Problem description:
Scan the entries below for the word "Sqrt". Copy each line that has it.

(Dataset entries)
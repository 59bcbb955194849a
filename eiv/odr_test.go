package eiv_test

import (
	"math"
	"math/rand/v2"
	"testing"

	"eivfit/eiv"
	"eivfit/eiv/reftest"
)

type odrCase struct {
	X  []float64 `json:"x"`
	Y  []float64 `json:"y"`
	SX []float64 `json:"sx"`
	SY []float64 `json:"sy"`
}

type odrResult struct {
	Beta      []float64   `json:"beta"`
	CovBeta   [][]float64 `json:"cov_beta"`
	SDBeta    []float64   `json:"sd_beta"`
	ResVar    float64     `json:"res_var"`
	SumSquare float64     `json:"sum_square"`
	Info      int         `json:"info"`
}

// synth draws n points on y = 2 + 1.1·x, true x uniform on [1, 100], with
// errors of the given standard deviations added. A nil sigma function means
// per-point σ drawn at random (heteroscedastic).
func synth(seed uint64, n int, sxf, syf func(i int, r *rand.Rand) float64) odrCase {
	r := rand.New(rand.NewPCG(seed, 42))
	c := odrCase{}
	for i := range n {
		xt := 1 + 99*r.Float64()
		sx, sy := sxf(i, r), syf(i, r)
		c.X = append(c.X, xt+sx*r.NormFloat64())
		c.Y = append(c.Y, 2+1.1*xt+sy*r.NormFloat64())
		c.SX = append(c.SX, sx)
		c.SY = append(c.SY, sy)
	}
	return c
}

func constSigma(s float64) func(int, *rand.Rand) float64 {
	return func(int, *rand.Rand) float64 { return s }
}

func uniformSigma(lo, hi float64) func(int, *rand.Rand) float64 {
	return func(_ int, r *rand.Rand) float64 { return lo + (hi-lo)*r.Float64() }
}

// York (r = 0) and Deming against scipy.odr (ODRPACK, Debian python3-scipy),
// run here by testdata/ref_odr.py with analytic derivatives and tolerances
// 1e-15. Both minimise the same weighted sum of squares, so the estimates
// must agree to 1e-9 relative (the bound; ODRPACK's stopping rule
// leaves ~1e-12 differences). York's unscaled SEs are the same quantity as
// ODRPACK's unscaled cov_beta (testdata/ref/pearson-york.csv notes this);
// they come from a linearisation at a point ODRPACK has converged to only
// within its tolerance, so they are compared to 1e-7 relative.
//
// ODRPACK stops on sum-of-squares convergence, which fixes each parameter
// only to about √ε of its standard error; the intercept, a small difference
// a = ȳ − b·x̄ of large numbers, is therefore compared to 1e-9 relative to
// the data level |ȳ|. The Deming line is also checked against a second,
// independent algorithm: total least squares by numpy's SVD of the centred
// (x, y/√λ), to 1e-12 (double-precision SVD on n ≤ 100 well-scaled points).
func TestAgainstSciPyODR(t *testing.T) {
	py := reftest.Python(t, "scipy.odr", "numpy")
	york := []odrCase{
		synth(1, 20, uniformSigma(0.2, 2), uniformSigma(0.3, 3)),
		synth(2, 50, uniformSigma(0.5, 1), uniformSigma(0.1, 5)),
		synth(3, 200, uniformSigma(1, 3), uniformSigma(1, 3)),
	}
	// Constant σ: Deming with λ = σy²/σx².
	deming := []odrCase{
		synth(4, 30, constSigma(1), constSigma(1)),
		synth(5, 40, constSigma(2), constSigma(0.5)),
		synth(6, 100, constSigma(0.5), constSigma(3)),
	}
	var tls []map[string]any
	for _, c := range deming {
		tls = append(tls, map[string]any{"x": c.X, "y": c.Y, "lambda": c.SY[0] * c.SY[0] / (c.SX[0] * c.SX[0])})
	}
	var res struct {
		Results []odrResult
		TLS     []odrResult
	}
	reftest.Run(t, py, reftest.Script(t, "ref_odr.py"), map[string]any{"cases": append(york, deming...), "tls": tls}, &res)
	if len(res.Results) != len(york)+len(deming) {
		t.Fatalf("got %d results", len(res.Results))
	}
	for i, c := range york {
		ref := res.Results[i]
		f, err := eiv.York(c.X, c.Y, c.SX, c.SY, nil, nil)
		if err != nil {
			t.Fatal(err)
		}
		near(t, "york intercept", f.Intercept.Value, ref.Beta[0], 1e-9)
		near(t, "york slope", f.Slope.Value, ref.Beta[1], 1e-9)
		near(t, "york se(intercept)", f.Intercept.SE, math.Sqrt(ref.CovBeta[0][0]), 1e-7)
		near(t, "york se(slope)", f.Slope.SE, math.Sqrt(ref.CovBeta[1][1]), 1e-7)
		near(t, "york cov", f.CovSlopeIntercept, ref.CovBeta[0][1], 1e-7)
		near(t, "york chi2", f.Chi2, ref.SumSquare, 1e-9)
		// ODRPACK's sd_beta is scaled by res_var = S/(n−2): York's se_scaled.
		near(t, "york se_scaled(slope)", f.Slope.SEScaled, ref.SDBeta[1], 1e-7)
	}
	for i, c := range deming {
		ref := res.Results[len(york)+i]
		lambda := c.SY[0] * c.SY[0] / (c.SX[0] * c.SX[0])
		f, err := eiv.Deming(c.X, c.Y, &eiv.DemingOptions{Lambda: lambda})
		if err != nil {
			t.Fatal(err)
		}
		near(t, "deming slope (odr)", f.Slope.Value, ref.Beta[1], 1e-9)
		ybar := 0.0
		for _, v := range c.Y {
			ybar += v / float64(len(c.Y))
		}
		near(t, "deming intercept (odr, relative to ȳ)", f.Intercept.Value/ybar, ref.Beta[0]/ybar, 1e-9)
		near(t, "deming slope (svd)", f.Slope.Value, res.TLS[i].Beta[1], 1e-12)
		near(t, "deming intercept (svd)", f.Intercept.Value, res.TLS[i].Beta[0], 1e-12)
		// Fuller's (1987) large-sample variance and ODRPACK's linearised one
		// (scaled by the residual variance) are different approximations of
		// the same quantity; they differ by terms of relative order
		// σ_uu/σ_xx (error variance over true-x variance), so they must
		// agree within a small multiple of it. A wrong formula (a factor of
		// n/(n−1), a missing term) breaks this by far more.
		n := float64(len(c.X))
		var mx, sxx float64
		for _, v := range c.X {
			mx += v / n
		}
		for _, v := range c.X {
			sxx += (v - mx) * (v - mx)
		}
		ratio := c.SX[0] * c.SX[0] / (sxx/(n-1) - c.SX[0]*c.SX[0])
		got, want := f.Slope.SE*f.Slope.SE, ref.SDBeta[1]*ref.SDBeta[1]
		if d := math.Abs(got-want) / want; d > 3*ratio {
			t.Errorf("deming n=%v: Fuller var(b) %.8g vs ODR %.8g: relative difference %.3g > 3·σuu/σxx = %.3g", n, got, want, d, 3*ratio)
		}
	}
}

Response below:
		near(t, "york se(intercept)", f.Intercept.SE, math.Sqrt(ref.CovBeta[0][0]), 1e-7)
		near(t, "york se(slope)", f.Slope.SE, math.Sqrt(ref.CovBeta[1][1]), 1e-7)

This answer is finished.